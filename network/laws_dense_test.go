package network

import (
	"math"
	"math/big"
	"strconv"
)

// denseConservationLaws is the earlier method of Net.ConservationLaws,
// kept as the reference of the sparse one: the reduced row echelon form
// of the dense rational matrix Nᵀ, then improveSigns and shrink on the
// whole basis. Its work grows as species²·reactions.
func denseConservationLaws(net *Net) []ConservationLaw {
	m := net.Model
	_, _, n := net.Stoichiometry()
	var free []int // non-fixed species
	for i, s := range m.Species {
		if !s.Fixed {
			free = append(free, i)
		}
	}
	if len(free) == 0 {
		return nil
	}
	nr := len(m.Reactions)
	// A = Nᵀ restricted to free species, as rationals.
	rows := make([][]*big.Rat, nr)
	for j := range rows {
		rows[j] = make([]*big.Rat, len(free))
		for k, i := range free {
			x := 0.0
			if n != nil {
				x = n.At(i, j)
			}
			r := new(big.Rat)
			if !math.IsNaN(x) && !math.IsInf(x, 0) {
				// The shortest decimal that reads back as x: a coefficient
				// written 0.1 is the rational 1/10, not the binary
				// fraction nearest to it.
				r.SetString(strconv.FormatFloat(x, 'g', -1, 64))
			}
			rows[j][k] = r
		}
	}
	// Reduced row echelon form.
	var pivots []int
	pr := 0
	for col := 0; col < len(free) && pr < nr; col++ {
		sel := -1
		for r := pr; r < nr; r++ {
			if rows[r][col].Sign() != 0 {
				sel = r
				break
			}
		}
		if sel < 0 {
			continue
		}
		rows[pr], rows[sel] = rows[sel], rows[pr]
		inv := new(big.Rat).Inv(rows[pr][col])
		for k := range rows[pr] {
			rows[pr][k].Mul(rows[pr][k], inv)
		}
		for r := 0; r < nr; r++ {
			if r == pr || rows[r][col].Sign() == 0 {
				continue
			}
			f := new(big.Rat).Set(rows[r][col])
			for k := range rows[r] {
				rows[r][k].Sub(rows[r][k], new(big.Rat).Mul(f, rows[pr][k]))
			}
		}
		pivots = append(pivots, col)
		pr++
	}
	isPivot := make([]bool, len(free))
	for _, p := range pivots {
		isPivot[p] = true
	}
	var basis [][]*big.Int
	for fc := range free {
		if isPivot[fc] {
			continue
		}
		w := make([]*big.Rat, len(free))
		for k := range w {
			w[k] = new(big.Rat)
		}
		w[fc].SetInt64(1)
		for r, p := range pivots {
			w[p].Neg(rows[r][fc])
		}
		basis = append(basis, integerVector(w))
	}
	improveSignsDense(basis)
	shrinkDense(basis)
	var laws []ConservationLaw
basis:
	for _, b := range basis {
		var law ConservationLaw
		for k, i := range free {
			if !b[k].IsInt64() || int64(int(b[k].Int64())) != b[k].Int64() {
				continue basis // a weight too large for an int: not listed
			}
			if w := int(b[k].Int64()); w != 0 {
				law.Terms = append(law.Terms, LawTerm{Species: i, Weight: w})
			}
		}
		law.Text = lawText(m, law.Terms)
		laws = append(laws, law)
	}
	return laws
}

// improveSignsDense is improveSigns as it was, for the reference: it
// adds small multiples of the other basis vectors to each vector, and
// flips signs, while that reduces its number of negative entries. The span is unchanged (unimodular steps).
func improveSignsDense(basis [][]*big.Int) {
	flip := func(v []*big.Int) {
		if negatives(v) > len(v)-negatives(v)-zeros(v) {
			for _, x := range v {
				x.Neg(x)
			}
		}
	}
	for _, v := range basis {
		flip(v)
	}
	for changed, rounds := true, 0; changed && rounds < 10; rounds++ {
		changed = false
		for a := range basis {
			if negatives(basis[a]) == 0 {
				continue
			}
			for b := range basis {
				if a == b {
					continue
				}
				for _, mult := range []int64{1, -1, 2, -2, 3, -3} {
					cand := make([]*big.Int, len(basis[a]))
					for k := range cand {
						cand[k] = new(big.Int).Add(basis[a][k], new(big.Int).Mul(big.NewInt(mult), basis[b][k]))
					}
					if zeros(cand) == len(cand) {
						continue
					}
					flip(cand)
					if negatives(cand) < negatives(basis[a]) {
						basis[a] = cand
						changed = true
						break
					}
				}
			}
		}
	}
}

// shrinkDense is shrink as it was, for the reference: it subtracts one
// basis vector from another wherever the result stays non-negative, so
// that laws such as "E + ES" do not carry others along.
func shrinkDense(basis [][]*big.Int) {
	for changed, rounds := true, 0; changed && rounds < 100; rounds++ {
		changed = false
		for a := range basis {
			if negatives(basis[a]) > 0 {
				continue
			}
			for b := range basis {
				if a == b || negatives(basis[b]) > 0 {
					continue
				}
				ok, same := true, true
				for k := range basis[a] {
					c := basis[a][k].Cmp(basis[b][k])
					if c < 0 {
						ok = false
						break
					}
					same = same && c == 0
				}
				if !ok || same {
					continue
				}
				for k := range basis[a] {
					basis[a][k] = new(big.Int).Sub(basis[a][k], basis[b][k])
				}
				changed = true
			}
		}
	}
}
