// specs reads the readouts; errors name the row, counting from 1.
func (e *readoutEditor) specs() ([]study.ReadoutSpec, error) {
	var out []study.ReadoutSpec
	for i, r := range e.rows {
		kind, extra := kindOf(r.kind.Selected)
		if kind == "" {
			return nil, fmt.Errorf("readout %d: choose what to compute", i+1)
		}
		if r.species.Selected == "" {
			return nil, fmt.Errorf("readout %d: choose a species", i+1)
		}
		s := study.ReadoutSpec{Kind: kind, Species: r.species.Selected}
		if extra != "" {
			v, err := number(r.number.Text, fmt.Sprintf("readout %d: the %s", i+1, extra))
			if err != nil {
				return nil, err
			}
			if extra == "time" {
				s.Time = &v
			} else {
				s.Level = &v
			}
		}
		out = append(out, s)
	}
	return out, nil
}

// number reads a finite number typed into the named field.
func number(s, name string) (float64, error) {
	v, err := strconv.ParseFloat(strings.TrimSpace(s), 64)
	if err != nil || math.IsNaN(v) || math.IsInf(v, 0) {
		return 0, fmt.Errorf("%s %q is not a number", name, s)
	}
	return v, nil
}

// count reads a whole number in [lo, hi] typed into the named field.
func count(s, name string, lo, hi int) (int, error) {
	v, err := strconv.Atoi(strings.TrimSpace(s))
	if err != nil || v < lo || v > hi {
		return 0, fmt.Errorf("%s %q is not usable; expected a whole number from %d to %d", name, s, lo, hi)
	}
	return v, nil
}

// studyFigure shows a figure drawn at the widget's size.
type studyFigure struct {
	widget.BaseWidget
	plot        *plot.Plot
	img         *canvas.Image
	placeholder *widget.Label
	drawn       fyne.Size
}

func newStudyFigure(hint string) *studyFigure {
	f := &studyFigure{img: canvas.NewImageFromImage(nil), placeholder: widget.NewLabel(hint)}
	f.img.FillMode = canvas.ImageFillStretch
	f.img.ScaleMode = canvas.ImageScaleFastest
	f.placeholder.Alignment = fyne.TextAlignCenter
	f.placeholder.Wrapping = fyne.TextWrapWord
	f.ExtendBaseWidget(f)
	return f
}

// set shows p (nil: the placeholder with the hint).
func (f *studyFigure) set(p *plot.Plot, hint string) {
	f.plot = p
	f.placeholder.SetText(hint)
	f.drawn = fyne.Size{}
	f.render(f.Size())
}

// render draws the figure at size s, in pixels of the canvas.
func (f *studyFigure) render(s fyne.Size) {
	if f.plot == nil {
		f.img.Image = nil
		f.img.Hide()
		f.placeholder.Show()
		f.img.Refresh()
		return
	}
	f.placeholder.Hide()
	if s.Width < 10 || s.Height < 10 || s == f.drawn {
		return
	}
	scale := float32(1)
	if c := fyne.CurrentApp().Driver().CanvasForObject(f); c != nil {
		scale = c.Scale()
	}
	f.drawn = s
	f.img.Image = plotting.Render(f.plot, int(s.Width*scale), int(s.Height*scale))
	f.img.Show()
	f.img.Refresh()
}

// Resize draws the figure again at the new size.
func (f *studyFigure) Resize(s fyne.Size) {
	f.BaseWidget.Resize(s)
	f.render(s)
}

// CreateRenderer implements fyne.Widget.
func (f *studyFigure) CreateRenderer() fyne.WidgetRenderer {
	return widget.NewSimpleRenderer(container.NewStack(f.img, f.placeholder))
}

// MinSize keeps a figure legible.
func (f *studyFigure) MinSize() fyne.Size { return fyne.NewSize(360, 240) }

// runControls are the Run button, the progress bar and Cancel of a study
// window, with the status line and the caution (run.Caution) under them.
// The work runs on its own goroutine; every widget update goes
// through deliver (fyne.Do in the program).
type runControls struct {
	run      *widget.Button
	cancel   *widget.Button
	progress *widget.ProgressBar
	status   *widget.Label
	caution  *widget.Label
	stop     context.CancelFunc
	deliver  func(func())
	running  bool
	content  fyne.CanvasObject
}

func newRunControls(start func()) *runControls {
	c := &runControls{deliver: fyne.Do}
	c.run = widget.NewButtonWithIcon("Run", theme.MediaPlayIcon(), start)
	c.run.Importance = widget.HighImportance
	c.cancel = widget.NewButtonWithIcon("Cancel", theme.CancelIcon(), c.stopRun)
	c.cancel.Disable()
	c.progress = widget.NewProgressBar()
	c.status = widget.NewLabel("")
	c.status.Wrapping = fyne.TextWrapWord
	c.caution = widget.NewLabel(run.Caution)
	c.caution.Wrapping = fyne.TextWrapWord
	c.caution.Importance = widget.WarningImportance // as legible as the event form's
	c.content = container.NewVBox(container.NewBorder(nil, nil, c.run, c.cancel, c.progress), c.status, c.caution)
	return c
}

// stopRun cancels the run in progress.
func (c *runControls) stopRun() {
	if c.stop != nil {
		c.stop()
	}
}

// runAsync runs work on its own goroutine with the controls' progress bar
// and Cancel: work gets a context and a progress function safe to call
// from any goroutine; done is called on the UI goroutine with work's
// outcome. Every study-like window (sweeps, populations, analyses,
// stochastic ensembles) runs its work through it.
func runAsync[T any](c *runControls, work func(ctx context.Context, progress func(float64)) (T, error), done func(T, error)) {
	if c.running {
		return
	}
	ctx, stop := context.WithCancel(context.Background())
	c.stop, c.running = stop, true
	c.run.Disable()
	c.cancel.Enable()
	c.progress.SetValue(0)
	c.status.SetText("Running…")
	go func() {
		res, err := work(ctx, func(f float64) { c.deliver(func() { c.progress.SetValue(f) }) })
		stop()
		c.deliver(func() {
			c.running, c.stop = false, nil
			c.run.Enable()
			c.cancel.Disable()
			if err == nil {
				// Finished: work that ends early (a steady state found at
				// once, a branch that turns back) reports no last step.
				c.progress.SetValue(1)
			}
			done(res, err)
		})
	}()
}

// runJob reads the window's form with prepare and runs the job on every
// core; finished gets the outcome on the UI goroutine. A form that cannot
// be read is reported on the status line.
func (c *runControls) runJob(prepare func() (*study.Job, error), finished func(*study.Job, *explore.Result, error)) {
	job, err := prepare()
	if err != nil {
		c.status.SetText(plainError(err))
		return
	}
	runAsync(c, func(ctx context.Context, progress func(float64)) (*explore.Result, error) {
		return job.Run(ctx, 0, progress)
	}, func(res *explore.Result, err error) { finished(job, res, err) })
}

// exportTable asks for a CSV file in win and writes it with save, once
// there is a result to save (have).
func (c *runControls) exportTable(win fyne.Window, have bool, name string, save func(path string) error) {
	if !have {
		c.status.SetText("Nothing to export yet: press Run first.")
		return
	}
	saveAs(win, name, ".csv", save, func(path string) { c.status.SetText("Table saved to " + path) })
}

// saveAs asks for a file to write in win, adds ext when the name has none,
// and calls save with the path; save writes the file (atomically).
func saveAs(win fyne.Window, name, ext string, save func(path string) error, saved func(path string)) {
	saveDialog(win, name, ext, nil, func(path string) {
		if err := save(path); err != nil {
			dialog.ShowError(err, win)
			return
		}
		saved(path)
	})
}

// studyProvenance describes the outputs of a study of kind what ("sweep",
// "population") on the prepared model: the model the window was opened
// on, with its own run settings. partial marks the outputs of a run
// stopped by Cancel, as the batch command marks those of a run stopped
// by a signal.
func studyProvenance(what string, prep *study.Prepared, partial bool) (*run.Provenance, error) {
	prov, err := run.NewProvenance(what, prep.Model, prep.Sim, nil)
	if err != nil {
		return nil, err
	}
	prov.Partial = partial
	return prov, nil
}

// partialNote is added to the status line of a run stopped by Cancel.
const partialNote = " Exports from them are marked partial (partial: true in their provenance)."

// saveTable writes rows to path as CSV, atomically, and the provenance of
// a study of kind what on prep beside it (partial: of a cancelled run).
func saveTable(path string, rows [][]string, what string, prep *study.Prepared, partial bool) error {
	prov, err := studyProvenance(what, prep, partial)
	if err != nil {
		return err
	}
	if err := atomicfile.WriteCSV(path, rows); err != nil {
		return err
	}
	return run.SaveProvenance(path, prov)
}

// exportFigureAs asks for a format, then a file, and saves the figure made
// by figure there, with the provenance of a study of kind what on prep
// (partial: of a cancelled run).
func exportFigureAs(win fyne.Window, base, what string, prep *study.Prepared, partial bool, figure func() (*plot.Plot, error), saved func(path string)) {
	exportPlot(win, base, func() (*run.Provenance, error) { return studyProvenance(what, prep, partial) }, figure, saved)
}

// exportPlot asks for a format, then a file, and saves the figure made by
// figure there, at the size and resolution the batch command uses, with
// the provenance prov gives.
func exportPlot(win fyne.Window, base string, prov func() (*run.Provenance, error), figure func() (*plot.Plot, error), saved func(path string)) {
	format := widget.NewSelect(figureFormats, nil)
	format.SetSelected(figureFormats[0])
	dialog.ShowForm("Export figure", "Choose file…", "Cancel",
		[]*widget.FormItem{widget.NewFormItem("Format", format)}, func(ok bool) {
			if !ok {
				return
			}
			ext := formatExt(format.Selected)
			saveAs(win, base+ext, ext, func(path string) error {
				return savePlot(path, prov, figure)
			}, saved)
		}, win)
}

// savePlot saves the figure made by figure to path with the provenance
// prov gives.
func savePlot(path string, prov func() (*run.Provenance, error), figure func() (*plot.Plot, error)) error {
	p, err := figure()
	if err != nil {
		return err
	}
	pv, err := prov()
	if err != nil {
		return err
	}
	return plotting.Save(p, path, 0, 0, 0, pv.Metadata(""))
}

// saveStudyFigure saves the figure made by figure to path, at the size
// and resolution the batch command uses, with the provenance of a study of
// kind what on prep (partial: of a cancelled run).
func saveStudyFigure(path, what string, prep *study.Prepared, partial bool, figure func() (*plot.Plot, error)) error {
	return savePlot(path, func() (*run.Provenance, error) { return studyProvenance(what, prep, partial) }, figure)
}

// sectionTitle is a bold heading inside a study window.
func sectionTitle(s string) *widget.Label {
	return widget.NewLabelWithStyle(s, fyne.TextAlignLeading, fyne.TextStyle{Bold: true})
}

// failureText describes a result's failed points in plain words.
func failureText(res *explore.Result, what string) string {
	if res.Failed == 0 {
		return ""
	}
	return fmt.Sprintf(" %d %s failed; see “Failed %s”.", res.Failed, plural(res.Failed, what, what+"s"), what+"s")
}

// studyModel returns a snapshot of the model and its name for a study
// window, or reports on the status line why there is none.
func (w *mainWindow) studyModel() (*network.Model, string, bool) {
	if w.ed.HasErrors() {
		w.status.SetText("Cannot start a study yet: the model has mistakes; see Messages.")
		return nil, "", false
	}
	name := "untitled"
	switch {
	case w.doc.Path != "":
		name = filepath.Base(w.doc.Path)
	case w.exampleOf != "":
		name = exampleTitle(w.exampleOf)
	}
	return w.doc.Snapshot(), name, true
}

// openSweep opens a Sweep window on the model as it is now.
func (w *mainWindow) openSweep() {
	m, name, ok := w.studyModel()
	if !ok {
		return
	}
	s, err := newSweepWindow(w.app, m, name)
	if err != nil {
		w.showError(err)
		return
	}
	s.win.Show()
}

// openPopulation opens a Population window on the model as it is now.
func (w *mainWindow) openPopulation() {
	m, name, ok := w.studyModel()
	if !ok {
		return
	}
	p, err := newPopulationWindow(w.app, m, name)
	if err != nil {
		w.showError(err)
		return
	}
	p.win.Show()
}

= = = = = = =

Transcribe, word for word, the data above from its first line through the line with "var basis [][]*big.Int", and include nothing else.

- [ANSWER BELOW]:
filename network/laws_dense_test.go
package network

import (
	"math"
	"math/big"
	"strconv"
)

// denseConservationLaws is the earlier method of Net.ConservationLaws,
// kept as the reference of the sparse one: the reduced row echelon form
// of the dense rational matrix Nᵀ, then improveSigns and shrink on the
// whole basis. Its work grows as species²·reactions.
func denseConservationLaws(net *Net) []ConservationLaw {
	m := net.Model
	_, _, n := net.Stoichiometry()
	var free []int // non-fixed species
	for i, s := range m.Species {
		if !s.Fixed {
			free = append(free, i)
		}
	}
	if len(free) == 0 {
		return nil
	}
	nr := len(m.Reactions)
	// A = Nᵀ restricted to free species, as rationals.
	rows := make([][]*big.Rat, nr)
	for j := range rows {
		rows[j] = make([]*big.Rat, len(free))
		for k, i := range free {
			x := 0.0
			if n != nil {
				x = n.At(i, j)
			}
			r := new(big.Rat)
			if !math.IsNaN(x) && !math.IsInf(x, 0) {
				// The shortest decimal that reads back as x: a coefficient
				// written 0.1 is the rational 1/10, not the binary
				// fraction nearest to it.
				r.SetString(strconv.FormatFloat(x, 'g', -1, 64))
			}
			rows[j][k] = r
		}
	}
	// Reduced row echelon form.
	var pivots []int
	pr := 0
	for col := 0; col < len(free) && pr < nr; col++ {
		sel := -1
		for r := pr; r < nr; r++ {
			if rows[r][col].Sign() != 0 {
				sel = r
				break
			}
		}
		if sel < 0 {
			continue
		}
		rows[pr], rows[sel] = rows[sel], rows[pr]
		inv := new(big.Rat).Inv(rows[pr][col])
		for k := range rows[pr] {
			rows[pr][k].Mul(rows[pr][k], inv)
		}
		for r := 0; r < nr; r++ {
			if r == pr || rows[r][col].Sign() == 0 {
				continue
			}
			f := new(big.Rat).Set(rows[r][col])
			for k := range rows[r] {
				rows[r][k].Sub(rows[r][k], new(big.Rat).Mul(f, rows[pr][k]))
			}
		}
		pivots = append(pivots, col)
		pr++
	}
	isPivot := make([]bool, len(free))
	for _, p := range pivots {
		isPivot[p] = true
	}
	var basis [][]*big.Int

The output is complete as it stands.